Глава последняя. Сияй, сияй, прощальный свет…

 

    Второго декабря 1992 года состоялась скромная свадьба Александра Либермана и Мелинды Печангко, филиппинки, медсестры и одновременно сиделки Татьяны, несколько лет прожившей с ними под одной крышей. Франсин дю Плесси, узнав о предстоящей свадьбе, пришла в ярость. Она не любила свою мать, но была уверена, что на такое предательство Либерман никогда не решится. К тому же наследство... Этот щекотливый момент Фросенька пытается обойти, но всё-таки... Ведь деньги, архив, Маяковский особенно! Одни его письма должны стоить миллионы! Потомки не станут рабираться, была ли Татьяна самой сильной и последней любовью классика или не была. Им наплевать, потомкам. Письма переполнены страстью и сколько в них нежности! А как обращается к ней? «Милый Таник...» «Теперь мы родные с тобой...» Маяковский, конечно, самый крупный бриллиант в наследстве, но есть еще Поллок, Шагал, есть Пикассо. И чтобы всё это зажал кулачок филиппинки? «Пока я писала эту книгу, – откровенничает дочь, – мне пришло в голову, почему Алекс не хотел отдавать мне письма Маяковского. Помимо его желания остаться в истории единственной любовью легендарной женщины, он мог спрятать их еще и потому, что они представляли изрядную ценность. Когда мама умерла, меня потрясло превращение некогда открытого и щедрого человека в мелочного скупца. Ему хотелось оставить себе всё ценное, что принадлежало маме...»

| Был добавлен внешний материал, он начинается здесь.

package observe

import (
	"bytes"
	"encoding/binary"
	"io"
	"math"
	"slices"

	"drumlin/io/vector"

	"github.com/paulmach/orb"
)

// heldFeatures is a GeoJSON text as its features.
type heldFeatures struct {
	from   *vector.Observations
	crs    string
	sorted []int   // the properties by their names
	sizes  []int32 // of the rows
}

// wholeFeatures reads a GeoJSON text to its end.
func wholeFeatures(decoded io.Reader, from *origin) (*Shared, error) {
	o, err := openFeatures(decoded, from, nil)
	if err != nil {
		return nil, err
	}
	s := &Shared{header: featureHeader(o, from), rows: o.Len()}
	h := &heldFeatures{from: o, crs: s.header.shapes.crs, sorted: make([]int, len(o.Names)), sizes: make([]int32, o.Len())}
	for i := range h.sorted {
		h.sorted[i] = i
	}
	slices.SortFunc(h.sorted, func(a, b int) int { return bytes.Compare([]byte(o.Names[a]), []byte(o.Names[b])) })
	s.text = h
	var row []byte
	for i := range h.sizes {
		row = h.appendRow(row[:0], i)
		h.sizes[i] = int32(len(row)) // a feature is far smaller than 1 GiB
		s.bytes += len(row)
	}
	return s, nil
}

// endOfText is a byte that no text has.
const endOfText = 0xff

func (h *heldFeatures) appendHead(to []byte) []byte { return append(append(to, h.crs...), endOfText) }

// appendRow appends the identifier, the properties by their names, and the geometry of a feature. What the properties
// of other features are called, and in which order properties come, makes no difference.
func (h *heldFeatures) appendRow(to []byte, row int) []byte {
	o := h.from
	to = append(append(to, o.ID(row)...), endOfText)
	cells := o.Cells(nil, row)
	for _, i := range h.sorted {
		if cells[i] != "" {
			to = append(append(to, o.Names[i]...), endOfText)
			to = append(append(to, cells[i]...), endOfText)
		}
	}
	if o.Geometry[row] == nil {
		p := siteOf(o, row)
		return append(append(append(to, p.code...), p.reason...), endOfText)
	}
	return appendNumber(appendGeometry(to, o.Geometry[row]), o.Z[row])
}

// appendGeometry appends the kind and the positions of a geometry, each list of them with its length before it.
func appendGeometry(to []byte, g orb.Geometry) []byte {
	to = append(append(to, g.GeoJSONType()...), endOfText)
	switch g := g.(type) {
	case orb.Point:
		to = appendPositions(to, []orb.Point{g})
	case orb.MultiPoint:
		to = appendPositions(to, g)
	case orb.LineString:
		to = appendPositions(to, g)
	case orb.MultiLineString:
		to = appendCount(to, len(g))
		for _, l := range g {
			to = appendPositions(to, l)
		}
	case orb.Polygon:
		to = appendCount(to, len(g))
		for _, r := range g {
			to = appendPositions(to, r)
		}
	case orb.MultiPolygon:
		to = appendCount(to, len(g))
		for _, p := range g {
			to = appendGeometry(to, p)
		}
	}
	return to
}

func appendPositions(to []byte, points []orb.Point) []byte {
	to = appendCount(to, len(points))
	for _, p := range points {
		to = appendNumber(appendNumber(to, p[0]), p[1])
	}
	return to
}

func appendCount(to []byte, n int) []byte { return binary.LittleEndian.AppendUint64(to, uint64(n)) }

func appendNumber(to []byte, v float64) []byte {
	return binary.LittleEndian.AppendUint64(to, math.Float64bits(v))
}

func (h *heldFeatures) size(row int) int { return int(h.sizes[row]) }

func (h *heldFeatures) records(p Part) records { return &featureRecords{from: h.from, part: p} }

// values reads single properties; at is an index of Names, atHeight or atID.
func (h *heldFeatures) values(at int, each func(value []byte, row, line int)) error {
	var cells []string
	for i := range h.sizes {
		var value string
		switch at {
		case atHeight:
			value = heightText(h.from.Z[i])
		case atID:
			value = h.from.ID(i)
		default:
			cells = h.from.Cells(cells, i)
			value = cells[at]
		}
		each(bytes.TrimSpace([]byte(value)), i, int(h.from.Line[i]))
	}
	return nil
}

    Да, свадьба была скромной, но очень продуманной, и Александр Либерман стал мужем Мелинды Печангко.

 

    «По утрам она шнуровала ему туфли, завязывала галстуки, руководила невероятно сложной системой приема лекарств, нарезала ему мясо, завязывала вокруг шеи салфетку, если видела, что перед обедом у него сильнее обычного дрожат руки.

    – Как прекрасно, когда тебе по утрам шнуруют туфли! – восклицал он. – Я мечтал об этом всю жизнь!»

 

    В фотоальбоме «Then», антологии его фоторабот с 1925-го по 1995-й, изданной в 1995 году, он написал о Мелинде: «Ее близость, смех, любовь дарят мне волю к жизни. Она прекрасна, точеная красота, смягченная нежностью и мудростью...» Этой нежностью был наполнен каждый день.

    У Мелинды не было своих детей. Ее материнское чувство досталось старому человеку. Одному из своих парижских знакомых, приехавшему в гости из Франции, Либерман представил Мелинду так: «Позволь познакомить тебя с любовью всей моей жизни». И когда удивленный приятель вскинул брови, добавил, нахмурясь: «Да, да, это так». Татьяна напоминала ему, что он один из смертных, который рано или поздно разделит судьбу всех остальных смертных, но близость конца вызывало в нем панику. С маленькой, изящно одетой Мелиндой, которая заменила его настоящее имя на «милого зайку», душа разжималась, и было легко. Теперь и постаревшая Франсин не имела в дом прежнего доступа: жена заслонила его от целого мира. Но этот покой, этот свет продлились недолго: семь лет. Хотя кто может ответить с определенностью: долго ли это или нет? Ведь и время, так же, как и любовь, как и память, – понятия хрупкие, ломкие. Кому суждено... Что кому суждено...

    Когда Мелинда почувствовала, что дни его сочтены, она позвонила Франсин в Коннектикут и сказала, что Либерман в больнице и можно приехать. Она успеет попрощаться. Он лежал на кровати, похудевший и прозрачный, на его лице была кислородная маска. Когда Франсин взяла его руку в свою, он еле заметно усмехнулся. Вошедшему доктору прошептал: «Это моя дочь».

 

Послесловие

    Сказано в Экклезиасте о человеческой жизни: «треск верескового хвороста под кипящим котлом... И это тоже суета». Трещало звонко, горело долго – сколько людей, сколько перемещений, сколько имен и событий! Война, революция, снова война. Большой пролетарский поэт в начищенных башмаках, в розовато-бежевой рубашке, купленной в Париже на Елисейских полях, спускает курок – и кончается жизнь. Но, зацепившись за его письма и пару не самых удачных стихов, вересковый хворост вспыхивает в другом краю, с другой, новой силой, закручивая, привлекая, отшвыривая и обугливая. И тоже трещит, и пылает, и гаснет.